OVERQUALIFIED_KEYWORDS = [
    r"\bjunior\b",                       # -20
    r"\bentry[\s-]level\b",             # -20
    r"\bintern(?:ship)?\b",             # -20
    r"\bassociate\b",                    # -20
]

Remote/Location Keywords (+5/+8 points)

REMOTE_KEYWORDS = [
    r"\bremote\b",
    r"\bhybrid\b",
    r"\bflexible\s+location\b",
    r"\bwork\s+from\s+(?:home|anywhere)\b",
]
 
COLORADO_KEYWORDS = [
    r"\bcolorado\b",
    r"\bdenver\b",
    r"\bboulder\b",
    r"\bcolorado\s+springs\b",
    r"\bfort\s+collins\b",
]

Risks and Mitigations

RiskMitigation
Crawl4AI browser install fails on WindowsFall back to Jina Reader for JS sites (already proven)
JobSpy anti-bot detection (Indeed DataDome)Disable failing boards; niche boards are primary value
Job boards change HTML structureEach scraper isolated; breakage in one doesn’t affect others
Too few listings from niche boardsJobSpy covers major boards as supplement
pandas dependency bloatOnly used by JobSpy; contained to that scraper class

Verification Checklist

  1. python scrape_and_score.py --board fractionaljobs (single board test)
  2. Manually compare scraped listings to actual website content
  3. Review scoring: do A-tier jobs actually look like good fits for my profile?
  4. Run full pipeline: python scrape_and_score.py && python generate_daily_jobs.py
  5. Open the generated solanasis-docs/daily-outreach/YYYY-MM-DD-jobs.md and verify format
  6. Test tracker: python generate_daily_jobs.py --mark-applied <some_job_id>
  7. Test status: python generate_daily_jobs.py --status

Important Notes

  • Prefer hacky and working over polished and slow.
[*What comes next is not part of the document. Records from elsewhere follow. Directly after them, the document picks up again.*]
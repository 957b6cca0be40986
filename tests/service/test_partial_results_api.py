"""Partial results: a failed, cancelled or running job returns what its run computed.

Real Redis, the worker's own run_job in this process (real engine), the API through Flask's
test client. Oracle for the blow-up: y' = y^2, y(0) = 1 has the solution 1/(1 - t), which
leaves every bound at t = 1, so a run over [0, 2] ends there.
"""
import io
import threading
import time

import numpy as np
import pytest

from worker.run_job import LIVE_ROWS, run_job

PROBLEM = "application/problem+json"


def kind(resp) -> str:
    return resp.get_json()["type"].rsplit("/", 1)[-1]

BLOW_UP = {
    "label": "blow-up",
    "model": {"states": {"y": {"initial": 1.0, "unit": "mol/L"}},
              "parameters": {"k": {"value": 1.0, "unit": "L/(mol*s)"}},
              "derived": {"twice": "2*y"}, "ddt": {"y": "k*y^2"}},
    "span": [0.0, 2.0], "output": {"count": 21},
}

# a harmonic oscillator at tight tolerance over a long span (about a minute here): runs until
# cancelled, passing an output time (every 10 time units) every few thousand steps
LONG = {
    "label": "long oscillator",
    "model": {"states": {"u": {"initial": 1.0, "unit": "m"}, "v": 0.0}, "ddt": {"u": "v", "v": "-u"}},
    "span": [0.0, 5.0e5], "output": {"count": 50_001}, "tolerance": {"rtol": 1e-12, "atol": 1e-14},
    "method": "dormand_prince_54", "limits": {"max_steps": 100_000_000, "max_wall_seconds": 600},
    "machine_code": "never",
}


def submit(client, spec) -> str:
    r = client.post("/v1/jobs", json=spec)
    assert r.status_code == 202, r.get_json()
    return r.get_json()["id"]


def run(client, store, spec) -> str:
    job_id = submit(client, spec)
    run_job(store, job_id)
    return job_id


def result(client, job_id, fmt="json"):
    return client.get(f"/v1/jobs/{job_id}/result?format={fmt}")


def test_a_run_that_blows_up_returns_its_states_up_to_where_it_stopped(client, store):
    # before: 409 "a result exists only once it has succeeded", nothing to inspect
    job_id = run(client, store, BLOW_UP)
    r = result(client, job_id)
    assert r.status_code == 200, r.get_json()
    body = r.get_json()
    assert body["state"] == "failed" and body["partial"] is True
    assert body["outcome"] == "step_underflow" and "round-off" in body["message"]
    assert body["t_reached"] == pytest.approx(1.0, abs=1e-3) and body["t_end"] == 2.0
    t = np.array(body["times"])
    assert np.allclose(t, np.linspace(0, 1, 11)) and max(t) <= body["t_reached"]
    y = np.array(body["states"]["y"])
    before_pole = t < 0.95
    assert np.allclose(y[before_pole], 1 / (1 - t[before_pole]), rtol=1e-4)
    assert body["derived"]["twice"][:3] == pytest.approx((2 * y[:3]).tolist())
    assert body["report"]["accepted_steps"] > 0 and body["report"]["step_history"]["t"]
    assert body["units"] == {"y": "mol/L", "k": "L/(mol*s)"}


def test_a_failed_jobs_progress_is_the_fraction_it_reached(client, store):
    # before: the finish left progress at the last heartbeat's value, 0 for a quick failure
    job_id = run(client, store, BLOW_UP)
    view = client.get(f"/v1/jobs/{job_id}").get_json()
    assert view["state"] == "failed" and view["progress"] == pytest.approx(0.5, abs=1e-3)


def test_a_partial_result_is_flagged_in_csv_with_units_in_the_header(client, store):
    job_id = run(client, store, BLOW_UP)
    r = result(client, job_id, "csv")
    assert r.status_code == 200 and r.mimetype == "text/csv"
    caution, partial, header, *rows = r.get_data(as_text=True).strip().splitlines()
    assert caution.startswith("# caution:")
    assert partial == "# partial: solved up to t = 1 of 2; step_underflow"
    assert header == "t,y [mol/L],twice" and len(rows) == 11


def test_a_partial_result_is_flagged_in_npz(client, store):
    job_id = run(client, store, BLOW_UP)
    r = result(client, job_id, "npz")
    assert r.status_code == 200
    z = np.load(io.BytesIO(r.data), allow_pickle=False)
    assert bool(z["partial"]) is True and float(z["t_reached"]) == pytest.approx(1.0, abs=1e-3)
    assert z["y"].shape == (11, 1) and list(z["state_units"]) == ["mol/L"]
    assert list(z["derived_units"]) == [""] and str(z["outcome"]) == "step_underflow"


def test_a_step_limited_run_keeps_its_partial_result(client, store):
    spec = dict(BLOW_UP, span=[0.0, 0.9], output={"count": 10}, limits={"max_steps": 10})
    job_id = run(client, store, spec)
    body = result(client, job_id).get_json()
    assert body["state"] == "failed" and body["outcome"] == "step_limit" and body["partial"]
    assert 0 < body["t_reached"] < 0.9 and len(body["times"]) >= 1
    assert max(body["times"]) <= body["t_reached"]
    assert body["report"]["accepted_steps"] <= 10


def test_a_succeeded_result_is_whole_and_carries_units(client, store):
    spec = dict(BLOW_UP, span=[0.0, 0.5])
    job_id = run(client, store, spec)
    body = result(client, job_id).get_json()
    assert body["state"] == "succeeded" and body["partial"] is False
    assert body["t_reached"] == pytest.approx(0.5) and body["units"]["y"] == "mol/L"
    csv_lines = result(client, job_id, "csv").get_data(as_text=True).splitlines()
    assert csv_lines[1] == "t,y [mol/L],twice"  # no partial line
    z = np.load(io.BytesIO(result(client, job_id, "npz").data), allow_pickle=False)
    assert bool(z["partial"]) is False and float(z["t_reached"]) == pytest.approx(0.5)


def test_a_job_cancelled_before_it_ran_has_no_result_and_says_why(client, store):
    job_id = submit(client, BLOW_UP)
    client.post(f"/v1/jobs/{job_id}/cancel")
    r = result(client, job_id)
    assert r.status_code == 409 and r.mimetype == PROBLEM
    problem = r.get_json()
    assert kind(r) == "no-result" and problem["state"] == "cancelled"
    assert "cancelled before it started" in problem["detail"]


def test_a_job_that_never_reached_the_solver_has_no_result(client, store):
    rec = store.create({"model": {"states": {"a": 1.0}}, "span": [0, 1], "method": "no_such_method"},
                       title="stored spec that no longer validates", method="auto", owner="local")
    run_job(store, rec.id)
    r = result(client, rec.id)
    assert r.status_code == 409 and kind(r) == "no-result"
    assert "no longer validates" in r.get_json()["detail"]


def test_a_queued_job_is_not_ready(client):
    job_id = submit(client, BLOW_UP)
    r = result(client, job_id)
    assert r.status_code == 409 and kind(r) == "result-not-ready"
    assert r.headers["Retry-After"] == "1"


def wait_for(predicate, timeout, what):
    deadline = time.monotonic() + timeout
    while time.monotonic() < deadline:
        value = predicate()
        if value:
            return value
        time.sleep(0.1)
    raise AssertionError(f"timed out waiting for {what}")


def test_a_running_job_serves_a_bounded_live_snapshot_then_its_cancelled_partial(client, store):
    job_id = submit(client, LONG)
    worker = threading.Thread(target=run_job, args=(store, job_id))
    worker.start()
    try:
        # generous bound: a loaded 2-core machine; the first snapshot comes 0.5 s into the solve
        live = wait_for(lambda: (r := result(client, job_id)).status_code == 200 and r, 60, "a snapshot")
        assert live.headers["Cache-Control"] == "no-store"
        body = live.get_json()
        assert body["state"] == "running" and body["partial"] is True and body["outcome"] is None
        assert body["report"]["method"] == "dormand_prince_54" and body["report"]["accepted_steps"] > 0
        assert "step_history" in body["report"]
        assert 0 < body["t_reached"] < 5e5 and body["units"] == {"u": "m"}
        # later snapshots go further and stay bounded: past 3 LIVE_ROWS output times reached,
        # a snapshot holds at most LIVE_ROWS of them, from the first to the last reached
        later = wait_for(lambda: (b := result(client, job_id).get_json()).get("t_reached", 0) > 30 * LIVE_ROWS
                         and b, 120, "a later snapshot")
        times = later["times"]
        assert LIVE_ROWS / 2 < len(times) <= LIVE_ROWS and times[0] == 0.0 and times == sorted(times)
        assert later["t_reached"] - 10 <= times[-1] <= later["t_reached"]
        csv = result(client, job_id, "csv").get_data(as_text=True).splitlines()
        assert csv[1].startswith("# partial: solved up to t = ") and csv[1].endswith("of 500000; running")
        assert csv[2] == "t,u [m],v"
    finally:
        client.post(f"/v1/jobs/{job_id}/cancel")
        worker.join(60)
    assert not worker.is_alive()
    final = result(client, job_id)
    assert final.status_code == 200
    body = final.get_json()
    assert body["state"] == "cancelled" and body["outcome"] == "cancelled" and body["partial"] is True
    assert body["t_reached"] >= later["t_reached"] and len(body["times"]) > 3 * LIVE_ROWS
    view = client.get(f"/v1/jobs/{job_id}").get_json()
    assert view["progress"] == pytest.approx(body["t_reached"] / 5e5, abs=1e-4)
    assert store.live_blob(job_id) is None  # the finish replaced the snapshot


def test_a_snapshot_is_written_only_by_the_current_running_attempt(store):
    rec = store.create(BLOW_UP, title="fence", method="auto", owner="local")
    assert not store.write_live(rec.id, 1, b"x")  # queued: nobody runs it
    _, attempt = store.claim(rec.id)
    assert not store.write_live(rec.id, attempt + 1, b"x")
    assert store.write_live(rec.id, attempt, b"x") and store.live_blob(rec.id) == b"x"
    assert store.finish(rec.id, attempt, "cancelled", "cancelled", "cancelled", {}, None)
    assert store.live_blob(rec.id) is None
    assert not store.write_live(rec.id, attempt, b"y")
Get scraping working for 2-3 boards first, then expand.
  • Windows machine. Use asyncio.WindowsSelectorEventLoopPolicy() for async code.
  • No API keys needed for any of the scraping tools (trafilatura, Jina Reader free tier, Crawl4AI, JobSpy are all free).
  • Existing .env file is at solanasis-scripts/.env with Baserow and other keys (not needed for scraping, but available if you add Baserow migration later).
  • Daily outreach dir already exists at solanasis-docs/daily-outreach/ with existing foundation and fCTO reports.
  • Respect robots.txt and rate-limit all scraping. 1 request per 1-2 seconds minimum.